I don't think this setnz/dec/ja version is ever useful.  Unlike branching separately on ZF and CF, it's not bad if both 0 and multi-bit inputs are common while single-bit inputs are rare.  But blsr/setz/cmovc + test/jnz is only 4 uops, same as this on Skylake. (test can macro-fuse with jnz).

The uops are all dependent on each other, so it also has the same latency (to detect a branch miss) as popcnt / macro-fused cmp/je which is 2 uops.  The only thing this has going for it is avoiding a port-1-only uop, I think.

It's also possible to blsr / lahf / and  ah, (1<<6) | (1<<0) / cmp  ah, 1<<6    to directly check that ZF=1 and CF=0.  I doubt that's useful.  Or hmm, can we branch directly on PF after AND with that 2-bit mask?  CF=1 ZF=0 is impossible, so the only other odd-parity case is CF=0 ZF=1.  AMD and Intel can macro-fuse test/jp.

   blsr  %edi, %eax
   lahf
   test  $(1<<6) | (1<<0), %ah        # check ZF and CF.
   jpo   was_single_bit               # ZF != CF means CF=0, ZF=1 because the other way is impossible.

Also possible of course is the straightforward 2x setcc and AND to materialize a boolean in the bottom byte of EAX.  Good ILP, only 3 cycle latency from input to result on Intel, but that's the same as setz/cmovc which is fewer uops and can avoid false dependencies without destroying the input.

  blsr   %edi, %eax
  setnc  %al
  setz   %dil
  and    %edi, %eax     # or test %dil, %al

----

If BLSR is available, POPCNT is also definitely available, so these need to be compared against POPCNT / cmp / je (or sete).  With that in mind, BLSR / 2x JCC is actually worse for the front-end, 3 uops because it can't macro-fuse.  It has slightly lower latency before a branch miss could be discovered, but it has 2 separate branches instead of just 1.

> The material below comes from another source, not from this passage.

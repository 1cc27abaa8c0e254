"""JSON Schemas shipped with pvscan (``pvscan.schemas``; data files only).

The build maps this folder into the package (``pyproject.toml``); read the files with
:mod:`importlib.resources` through :mod:`pvscan.io.resources`, never by path.
"""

Potentially we could take on of the JCCs off the fast-path with BLSR/JCC/JCC, at the expense of branch-prediction throughput when jumping to another branch on some CPUs.

Low-power cores like Silvermont-family don't do macro-fusion, and Alder Lake suddenly made Gracemont significantly more relevant for tune=generic than Intel low-power chips were before.  They have single-uop 3c latency popcnt, and 1 uop 3c latency for BMI1 instructions like blsr.


---

Also note that AMD Zen has 1-cycle latency popcnt as a single uop (down from 4c in Bulldozer-family), but BLSR is a 2-uop instruction on AMD even including Zen3.  (Perhaps due to setting CF from the input instead of output?  Or they just decode it to sub/and uops.)

So with a -mtune that indicates AMD, we should favour popcnt/cmp/setz to materialize a boolean.  (And write the setz target with popcnt to break *its* false dependency, because unlike Intel before IceLake, popcnt itself doesn't have a false output dependency on AMD.)

But with Intel tuning and BMI2 available, we should consider blsr/setz/cmovc if not branching on the result.  That might be too niche to be worth adding/maintaining code to look for it; probably most use-cases of single-bit checks *do* branch on it instead of assigning a boolean result somewhere.
Comment 15 Andrew Pinski 2024-03-04 22:56:45 UTC
>popcount (x) == 1 || x == 0

That could be optimized to just `popcount (x) <= 1`.

I am going to look to see what is left in GCC 15.